By Shen Jun, Yang Yi, People’s Daily
A devastating earthquake that recently took place in southern Türkiye and near-border regions in Syria has killed and injured lots of people in the two countries and leveled buildings.
The Chinese government has launched an emergency humanitarian assistance mechanism at the earliest time possible to provide emergency aid to the two quake-hit countries.
As of Feb. 12 local time, the China Search and Rescue Team, which is under unified coordination and command of the Chinese government, had freed six survivors, including a 50-year-old man who was jointly saved by Chinese and Turkish rescuers on the afternoon of Feb. 12 after four hours of efforts.
So far, the team has sent 206 rescuers in 13 batches to quake-hit areas in Türkiye, who saved six survivors and found eight victims. Besides, rescuers from Hong Kong also extracted three survivors from the rubble.

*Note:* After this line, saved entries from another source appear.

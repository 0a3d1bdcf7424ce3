"""What a recorded run says about the machine and the dispatch it ran on.

Every figure comes from the run itself where the run can tell. A run of one worker sends no message, so that what
messages cost cannot come from it; then the figures of :data:`UNSEEN` stand in, and the forecast says so.
"""

from __future__ import annotations

from collections.abc import Sequence
from dataclasses import dataclass, replace

import numpy as np

from breakstep.forecast.lift import Lifted
from breakstep.forecast.model import MachineModel
from breakstep.profile.frames import Integers, integers, positions


@dataclass(frozen=True)
class Dispatch:
    """What the dispatch costs on a node with idle cores.

    Attributes
    ----------
    overhead_ns : float
        Between two tasks of one thread when the second was ready, while no messages come and go [ns].
    message_ns : float
        From the end of a task to the moment its message can be used elsewhere [ns].
    hop_ns : float
        One level of a barrier's or reduction's tree, one way, among many workers [ns].
    local_turn_ns : float
        From the last task of a phase to the first behind its barrier with one worker, less the overhead [ns].
    message_cpu_ns : float
        Processor time that a transfer takes from its sender and receiver together, beside their tasks [ns].
    ps_per_byte : float
        Inverse bandwidth [ps/byte].
    shared : float
        How much slower kernels are on a processor whose neighbours are all busy, less 1: caches and memory
        are shared.
    python : float
        How many times as long the parts of a task that hold the interpreter take while messages come and go.
    seen : bool
        Whether messages were recorded.
    """

    overhead_ns: float
    message_ns: float
    hop_ns: float
    local_turn_ns: float
    message_cpu_ns: float
    ps_per_byte: float
    shared: float
    python: float
    seen: bool


#: Measured with the resident dispatch on two cores of a shared virtual machine, three runs each of ember_field,
#: quiet_gas and single_spark in both modes with one and with two workers; medians over all of them. Between one worker
#: and two, kernels took 4 to 9 % more processor time (9 where both were busy all the time), and ghost zones, checks
#: and gaps 1.7 to 2.6 times as long.
UNSEEN = Dispatch(
    overhead_ns=50e3,
    message_ns=1.6e6,
    hop_ns=1.4e6,
    local_turn_ns=0.2e6,
    message_cpu_ns=0.7e6,
    ps_per_byte=1000.0,
    shared=0.09,
    python=2.1,
    seen=False,
)


def dispatch_of(runs: Sequence[Lifted]) -> Dispatch:
    """The dispatch as the runs saw it, each figure the median over those that show it."""
    seen = [run for run in runs if len(run.profile.transfers)]
    locked = [run for run in runs if run.is_lockstep]
    found = {
        "overhead_ns": [overhead_ns(run) / (UNSEEN.python if run.workers > 1 else 1.0) for run in runs],
        "message_ns": [message_ns(run) for run in seen],
        "hop_ns": [hop_ns(run) for run in locked if run.workers > 1],
        "local_turn_ns": [max(turn_ns(run) - overhead_ns(run), 0.0) for run in locked if run.workers == 1],
        "message_cpu_ns": [message_cpu_ns(run) for run in seen],
    }
    if seen and not found["hop_ns"]:
        found["hop_ns"] = found["message_ns"]
    medians = {name: float(np.median(values)) for name, values in found.items() if values}
    return replace(UNSEEN, seen=bool(seen), **medians)


def hop_ns(run: Lifted) -> float:
    """One level of the tree, one way, from the turns at barriers.

    The last to arrive is the root itself once in so many workers, and then one way is saved.
    """
    turn = max(turn_ns(run) - overhead_ns(run), 0.0)
    depth = MachineModel(run.workers).tree_depth
    return turn / (2.0 * depth * (1.0 - 1.0 / run.workers))


def overhead_ns(run: Lifted) -> float:
    """Mean gap before a task whose inputs were there when its thread became free [ns].

    Where barriers are, gaps inside a phase show it; those between phases belong to the turn.
    """
    inside = gaps_inside_phases(run) if run.is_lockstep else np.empty(0)
    if len(inside):
        return float(inside.mean())
    gaps = run.profile.ledger.gaps
    length = integers(gaps, "end_ns") - integers(gaps, "start_ns")
    pure = integers(gaps, "engine") == length
    return float(length[pure].mean()) if np.any(pure) else UNSEEN.overhead_ns


def gaps_inside_phases(run: Lifted) -> Integers:
    """Gaps between two tasks of one phase that one thread ran one after the other [ns]."""
    phase = np.repeat(np.arange(run.phases), run.tiles)
    thread, start = (run.worker * run.threads + run.thread).reshape(-1), run.start.reshape(-1)
    order = np.lexsort((start, phase, thread))
    same = (np.diff(thread[order]) == 0) & (np.diff(phase[order]) == 0)
    return np.asarray((start[order][1:] - run.end.reshape(-1)[order][:-1])[same])


def message_ns(run: Lifted) -> float:
    """Mean time from the end of a task to the arrival of what it sent [ns]."""
    profile = run.profile
    moved, tasks = profile.transfers, profile.tasks
    sender = positions(integers(tasks, "task"), integers(moved, "producer"))
    made = integers(tasks, "end_ns")[sender]
    return float(np.maximum(integers(moved, "arrived_ns") - made, 0).mean())


def turn_ns(run: Lifted) -> float:
    """Mean time from the end of a phase to each worker's first task behind its barrier [ns]."""
    ended = run.end.max(axis=1)[:-1]
    workers = np.unique(run.worker)
    waited = []
    for worker in workers:
        start = np.where(run.worker == worker, run.start, np.iinfo(np.int64).max).min(axis=1)[1:]
        has_work = start < np.iinfo(np.int64).max
        waited.append((start - ended)[has_work])
    return float(np.concatenate(waited).mean()) if len(ended) else 0.0


def message_cpu_ns(run: Lifted) -> float:
    """Processor time of worker processes that no task's thread accounts for, a transfer [ns]."""
    used = run.profile.manifest["notes"].get("worker_cpu_ns")
    if not used:
        return UNSEEN.message_cpu_ns
    beside = float(sum(used)) - thread_cpu_ns(run)
    # A worker that did other things in the same process, such as compiling, shows more than messages can cost.
    return float(np.clip(beside / max(len(run.profile.transfers), 1), 0.0, 2.0 * UNSEEN.message_cpu_ns))


def thread_cpu_ns(run: Lifted) -> float:
    """Processor time on task threads: kernels and ghost zones as noted [ns].

    Of the rest and the gaps only the time that passed is known; in it a thread has the interpreter, and with it a
    processor, for the share that is left when messages come and go.
    """
    costs = run.costs
    noted = sum(float(cpu.sum()) for cpu in costs.cpu.values()) + float((costs.halo_cpu + costs.pack_cpu).sum())
    passed = float(costs.rest.sum()) + run.start.size * overhead_ns(run)
    return noted + passed / (UNSEEN.python if run.workers > 1 else 1.0)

Eighty-two members of the team arrived in Türkiye on Feb. 8, local time, to join earthquake relief efforts in the country. On the afternoon of the same day, they reached Antakya, a harder-hit city in the southern province of Hatay, Türkiye.
They started working before dawn on Feb. 9 and extracted a pregnant woman from the debris at dusk in cooperation with their Turkish counterparts. Later, they freed two more females, even though the “Golden 72 hours” for rescue had passed.

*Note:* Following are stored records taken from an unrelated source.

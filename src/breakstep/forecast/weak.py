"""A mesh that grows with the workers: copies of the recorded costs laid side by side, never stored task by task.

Every phase of the record becomes a stage with the recorded cost of each tile as its map; copies are mirrored, so
that no seam shows, and each task's cost is drawn anew with what repeats of its stage showed. So hot spots are as many
per worker as they were, and move as they moved. A task waits for neighbours' tasks of the phase before, also where
it reads an older one: the coupling is a little tighter than the program's. Bounds are those of mean costs.
"""

from __future__ import annotations

from dataclasses import replace
from typing import Any

import numpy as np

from breakstep.errors import ForecastError
from breakstep.forecast.basis import Basis
from breakstep.forecast.implicit import replay_tiles
from breakstep.forecast.laws import Cost, Law, laid_over
from breakstep.forecast.machines import Machine
from breakstep.forecast.program import Floats, Program
from breakstep.forecast.question import Question
from breakstep.forecast.retile import offsets_of
from breakstep.forecast.rims import edge_sizes
from breakstep.forecast.scene import Scene
from breakstep.forecast.setting import changed_program, setting_of
from breakstep.forecast.sweep import sweep_tiles
from breakstep.forecast.tiles import Gate, Offset, TiledSplitting, TileStage
from breakstep.forecast.waits import waits

MOST_TASKS = 300_000_000  # event by event, a minute or two for both modes and all repeats
MOST_SWEPT = 3_000_000_000  # with one tile a worker, which needs no events
REPEATS = 3  # with other seeds, for the interval


def weak_row(basis: Basis, machine: Machine, question: Question, workers: int) -> dict[str, Any]:
    """Both modes with ``question.weak`` tiles for each of so many workers.

    Raises
    ------
    ForecastError
        More tasks than can be played.
    """
    tasks = workers * question.weak * len(changed_program(basis.program, question).phases)
    if tasks > (MOST_TASKS if question.weak > 1 else MOST_SWEPT):
        raise ForecastError(
            f"weak={question.weak}: {workers} workers have {tasks:.3g} tasks, more than can be played; ask for fewer"
            " workers, or for weak=1"
        )
    splitting, scene = weak_splitting(basis, machine, question, workers)
    model = replace(setting_of(basis, machine, question, workers).model, contention=False)
    row: dict[str, Any] = {
        "workers": workers,
        "threads": model.threads,
        "busy_workers": workers,
        "cores": machine.slots,
    }
    work = mean_work_ns(splitting, scene)
    for mode, tiled in (("lockstep", splitting.lockstep()), ("tasked", splitting)):
        spans = [_played(replace(tiled, seed=seed), model, question.weak) * 1e-9 for seed in range(1, 1 + REPEATS)]
        middle, half = float(np.mean(spans)), 1.96 * float(np.std(spans, ddof=1))
        row |= {f"{mode}_s": middle, f"{mode}_low_s": max(middle - half, 0.0), f"{mode}_high_s": middle + half}
        row[f"{mode}_efficiency"] = work * 1e-9 / (workers * middle)
    path = float(stage_path_ns(splitting).max()) * 1e-9
    area = total_ns(splitting, model.overhead_ns) / workers * 1e-9
    return row | {
        "tasked_fixed_s": row["tasked_s"],
        "area_bound_s": area,
        "path_bound_s": path,
        "worker_bound_s": area if question.weak > 1 else path,
        "memory_bytes": 0,
        "moved_bytes": 0,
        "fits_memory": True,
    }


def _played(splitting: TiledSplitting, model: Any, per_worker: int) -> int:
    if per_worker == 1:
        return sweep_tiles(splitting, model).makespan_ns
    owner = (np.arange(splitting.tiles) // per_worker).astype(np.int32)
    return replay_tiles(splitting, model, owner).makespan_ns


def weak_splitting(basis: Basis, machine: Machine, question: Question, workers: int) -> tuple[TiledSplitting, Scene]:
    """The recorded phases on as many tiles as the workers need, and the recorded program's own scene there."""
    few = min(workers, basis.program.tile_count)
    scene = Scene.of(basis, machine, replace(question, weak=0), few)
    program = scene.program
    axes = [axis for axis in range(3) if program.tiles.grid[axis] > 1] or [0]
    recorded = tuple(program.tiles.grid[axis] for axis in axes)
    shape = grown(workers * question.weak, len(axes))
    cell = laid_over(recorded, shape, repeat=True)
    costs = np.rint(scene.step_ns(scene.unfolded.tasked)).astype(np.int64)
    laws = {stage: Law.measured(pool) for stage, pool in basis.noise.tasks.items()}
    gates = _gates(program)
    stages = tuple(
        TileStage(
            Cost(costs[number][None, :], cell, laws[phase.stage]),
            _neighbours(program, number, axes),
            _halo_bytes(program, number),
            gates.get(number, ()),
        )
        for number, phase in enumerate(program.phases)
    )
    return TiledSplitting(shape, 1, stages, all(program.tiles.periodic[axis] for axis in axes)), scene


def grown(tiles: int, axes: int) -> tuple[int, ...]:
    """So many tiles along each axis, as nearly a cube as the number allows, the longest axis first."""
    shape: list[int] = []
    for left in range(axes, 0, -1):
        side = round(tiles ** (1.0 / left))
        side = next(n for n in range(max(side, 1), 0, -1) if tiles % n == 0) if left > 1 else tiles
        shape.append(side)
        tiles //= side
    return tuple(sorted(shape, reverse=True))


def _gates(program: Program) -> dict[int, tuple[Gate, ...]]:
    """By phase, the reductions that it waits for."""
    found: dict[int, dict[Gate, None]] = {}
    for wait in waits(program):
        found.setdefault(wait.used_by, {})[Gate(wait.made_by, 0)] = None
    return {number: tuple(gates) for number, gates in found.items()}


def _neighbours(program: Program, number: int, axes: list[int]) -> tuple[Offset, ...]:
    """Offsets read by a phase along the axes that have tiles, each with its opposite."""
    found: set[Offset] = set()
    for _, place in program.phases[number].reads:
        for offset in offsets_of(program.tiles, program.patterns[place]):
            kept = [offset[axis] for axis in axes] + [0, 0, 0]
            found |= {(kept[0], kept[1], kept[2]), (-kept[0], -kept[1], -kept[2])}
    return tuple(sorted(found - {(0, 0, 0)}))


def _halo_bytes(program: Program, number: int) -> int:
    """Mean bytes from one neighbour, for the phase that reads them."""
    sizes = []
    for source, place in program.phases[number].reads:
        pattern = program.patterns[place]
        other = pattern.producer != pattern.consumer
        if np.any(other):
            sizes.append(float(edge_sizes(program, program.phases[source].stage, pattern)[other].mean()))
    return round(max(sizes, default=0.0))


def mean_work_ns(splitting: TiledSplitting, scene: Scene) -> float:
    """Kernels on an idle machine, of all tiles together [ns]."""
    return scene.work_ns(scene.unfolded.tasked) * splitting.tiles / scene.program.tile_count


def total_ns(splitting: TiledSplitting, overhead_ns: int) -> float:
    """All work and overhead [ns]."""
    tiles = splitting.tiles
    work = sum(float(stage.cost.pattern_ns[0][stage.cost.cell].sum()) for stage in splitting.stages)
    return work + float(overhead_ns) * tiles * len(splitting.stages)


def stage_path_ns(splitting: TiledSplitting) -> Floats:
    """Each tile's own tasks one after the other, shape (tiles,): no run of mean costs is shorter [ns].

    By tile, not by cell of the recorded map: few tiles may not reach the recorded hot spot.
    """
    stages = (stage.cost for stage in splitting.stages)
    return np.asarray(sum(cost.pattern_ns[0][cost.cell].astype(np.float64) for cost in stages))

On Feb. 10, the China Search and Rescue Team saved another female survivor in the city, and two days later, an adult male was extracted from earthquake debris near the place where the fourth survivor was discovered.
At the same time, several civil Chinese rescue teams also joined the rescue efforts in Türkiye.

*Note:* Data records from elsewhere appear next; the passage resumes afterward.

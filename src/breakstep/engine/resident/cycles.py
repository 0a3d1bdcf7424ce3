"""Which cycles are done and which are closed on one worker, and how far ahead phases may be emitted.

A cycle is done when all its phases are emitted and its own tasks are done. It is closed when also the results made
in it are known here, its barriers have been released here and its checkpoint, if it has one, is saved. Both
complete in order. How far cycles may be ahead of the last one done is the window, a choice; how far they may be ahead
of the last one closed bounds what a worker keeps in memory that is otherwise waited for by nobody, such as
contributions to a result that no step uses, or everything on a worker without tiles.
"""

from __future__ import annotations

from collections.abc import Iterable
from dataclasses import dataclass

from breakstep.steps.reduction import Reduction


def longest_lag(reductions: Iterable[Reduction]) -> int:
    """The longest lag of any reduction, 0 without reductions."""
    return max((reduction.lag for reduction in reductions), default=0)


def cycles_kept(window: int, lag: int) -> int:
    """How many cycles may be open at once, the newest included, for the longest lag of any reduction.

    The oldest cycle that is not done uses results which are ``lag`` + 1 cycles older, so that where results are used
    this is no narrower than the window alone.
    """
    return window + lag + 1


@dataclass(slots=True)
class OpenCycle:
    """What a cycle still misses here: own tasks, and results, releases and checkpoints."""

    tasks: int = 0
    controls: int = 0


class Cycles:
    """The cycles of one worker.

    Parameters
    ----------
    start : int
        First cycle of the run; the one before holds the measurement with which a run begins.
    window, lag : int

    Attributes
    ----------
    emitted : int
        Newest cycle of which a phase was emitted.
    whole : int
        All phases of cycles below this one are emitted.
    closed : int
        All cycles below this one are closed.
    """

    def __init__(self, start: int, window: int, lag: int) -> None:
        self._start, self._window, self._kept = start, window, cycles_kept(window, lag)
        self.emitted = start - 1
        self.whole = self._done = self.closed = start - 1
        self.open: dict[int, OpenCycle] = {}

    @property
    def done(self) -> int:
        """All cycles below this one are done."""
        return max(self._done, self._start)

    def may_emit(self, cycle: int) -> bool:
        """Whether a phase of this cycle may be emitted now."""
        return cycle < self.done + self._window and cycle < self.closed + self._kept

    def emit(self, cycle: int, tasks: int) -> None:
        """A phase with so many own tasks has been emitted."""
        self.emitted = cycle
        self.of(cycle).tasks += tasks

    def of(self, cycle: int) -> OpenCycle:
        """A cycle that is not closed."""
        return self.open.setdefault(cycle, OpenCycle())

    def settle(self) -> bool:
        """Move on over cycles that are done or closed; whether there are new ones of either."""
        before = self._done, self.closed
        while self._done < self.whole and not self.of(self._done).tasks:
            self._done += 1
        while self.closed < self._done and not self.of(self.closed).controls:
            del self.open[self.closed]
            self.closed += 1
        return before != (self._done, self.closed)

Eight earthquake relief experts from the Rescue Team of Ramunion in Hangzhou, east China’s Zhejiang province, arrived in Türkiye on Feb. 8 and rescued a man and a child on the same night.
A day later, the team extracted a family of five from a collapsed civil house in the town of Belen in Hatay province.
The Blue Sky Rescue Team, a Chinese civil relief squad, also has 127 members on rescue missions in the Turkish city of Malatya, which is near the epicenter. After dozens of hours, they saved a female from the rubble.
Besides, Chinese construction machinery manufacturer Zoomlion, Beijing Emergency Rescue Association, Green Boat Emergency Rescue, and Shenzhen Rescue Volunteers Federation also sent rescuers to Türkiye. As of 9 a.m. on Feb. 10, 288 rescuers from 15 civil Chinese rescue teams had arrived in quake-hit areas in Türkiye.
China’s first batch of 40,000 blankets to Türkiye for earthquake relief departed Shanghai for Istanbul on Feb. 11, Beijing time. Other supplies, including 1,000 tents and medical equipment, will be arriving in the coming days.
The first batch of medical supplies donated by the Red Cross Society of China to Syria arrived in Damascus on Feb. 9.